How Computers Think About Memory in Python

When we write Python code, it can feel like we’re just manipulating names and values on the screen. But under the hood, the computer is doing something very physical: it is storing data in memory and jumping to locations in memory to retrieve that data.

You don’t need to think about this for every line you write. Still, having a clear mental model of how data lives in memory and how variable names connect to that data will save you from confusion later—especially when you work with collections like lists.

1. Computers Store Data in Memory

Imagine your computer’s memory as a huge grid of storage slots. Each slot is a place where a piece of data can live. The important part is this:

Every location in memory has an address.
That address is a number.
If the computer knows an address, it can jump directly to that location and read what’s there.

This “jump straight to the right place” behavior is one reason computers are so fast.

2. A familiar example – files, file names, and addresses

You already understand this idea from saving files.

When you save a file on a computer (for example, a text file), you typically think of it as:

A file name (what you see in a folder)
The file content (the actual text inside)

But the computer needs more structure to find that content again.

A simplified model looks like this:

The file name appears in a directory (like the icon you click).
Along with the file name, the computer stores where the file content begins in memory.
That “where” is an address.

So the file name becomes a kind of label that is connected to an address in memory.

What else is stored with the file name?

Usually, the computer also stores extra information such as:

File size (for example, 4 KB)

That means when you open the file:

The computer finds the file name in the directory.
It reads the stored address for where the content starts.
It jumps to that address.
It reads the next N bytes (based on the file size).
It loads that data so you can see the content.

3. Pointers: “arrows” to memory locations

An address is just a number, but conceptually it behaves like an arrow that tells the computer where to go.

We often represent this idea as a pointer:

A pointer is information that says, “The data is over there in memory.”
If you have the pointer (address), you can jump straight to the data.

You don’t usually see pointers directly while writing Python, but the idea of “a name pointing to data” is essential.

4. Variables are named references to data

When you run a program, you’re constantly creating and using small pieces of data—like mini “stored items” inside memory.

In programming, we give names to these stored items so we can use them again.

Those named pieces are called variables.

A helpful mental model is:

A variable name is like a label.
That label is connected to a location in memory where the value is stored.

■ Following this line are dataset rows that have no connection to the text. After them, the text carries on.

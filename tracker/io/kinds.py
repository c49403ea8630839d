"""The kinds of record a CSV file holds, in import order (parents before children).

Kept apart from :mod:`tracker.io.layouts`, which reads the store's column lengths (the table models, hence
SQLAlchemy) when imported, so that the command line can name the kinds without loading the store."""

from __future__ import annotations

IMPORT_ORDER = ("families", "people", "variants", "genetic-results", "assessments", "studies")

5. Walking through a simple program step by step

Consider this basic Python code:

a = 2
b = 3
c = a + b

Let’s interpret it using the memory model.

Step 1: `a = 2`

The computer stores the value 2 somewhere in memory.
It records that the name a should refer to that location.

Step 2: `b = 3`

The value 3 is stored somewhere in memory.
The name b is recorded to refer to that location.

Step 3: `c = a + b`

To compute a + b, the computer must fetch the values:

Look up a → find where it points → fetch the value 2
Look up b → find where it points → fetch the value 3
Add them → 2 + 3 = 5
Store the result 5 somewhere in memory
Record that the name c refers to the stored result

So what looks like a single expression on your screen becomes a sequence of “look up → jump to memory → fetch → compute → store.”

6. Where this mental model really matters: lists and shared references

Now consider a slightly different example:

a = [1, 2, 3, 4, 5]
b = a

In Python, square brackets [...] mean you are creating a list—a collection of values.

Here’s the key moment:

What does `b = a` actually do?

It does not create a brand-new, separate copy of the list.

Instead:

a refers to a list stored somewhere in memory.
b = a makes b refer to the same location in memory.

In other words, a and b become two names for the same list.

7. The surprising result: changing one can change both

Now imagine you modify the list using a:

a[0] = 7

You changed the first element of the list. But because a and b refer to the same list in memory, the visible effect shows up through both names.

So if you check:

a now represents [7, 2, 3, 4, 5]
b also represents [7, 2, 3, 4, 5]

This is not because Python is “magical” or confusing. It’s because both names point to the same data behind the scenes.

8. Why you should care

For simple programs with individual values, you can often ignore the memory details and still write correct code.

But as soon as you work with collections—especially when you:

assign one variable to another,
pass variables into functions,
store variables inside other structures,

this mental model becomes extremely useful.

Programming is largely about:

putting data into memory,
retrieving data from memory,
and manipulating that data.

If you understand that variable names are connected to memory locations, many confusing behaviors suddenly become predictable.

9. Quick recap

Computers store data in memory.
Every place in memory has an address (a number).
If the computer knows the address, it can jump directly to that data.
A pointer is a helpful way to think about “an address that leads to data.”
A variable name is like a label that refers to a location in memory.
With lists, b = a can make two names refer to the same data.
Modifying that shared data through one name affects what you observe through the other.

10. Practice: check your understanding

Try this small experiment in Python:

a = [1, 2, 3]
b = a

a[1] = 99

print(a)
print(b)
Code language: PHP (php)

Before you run it, predict the output.

If your prediction matches what happens, your mental model is already improving—which will help a lot as you go deeper into Python programming.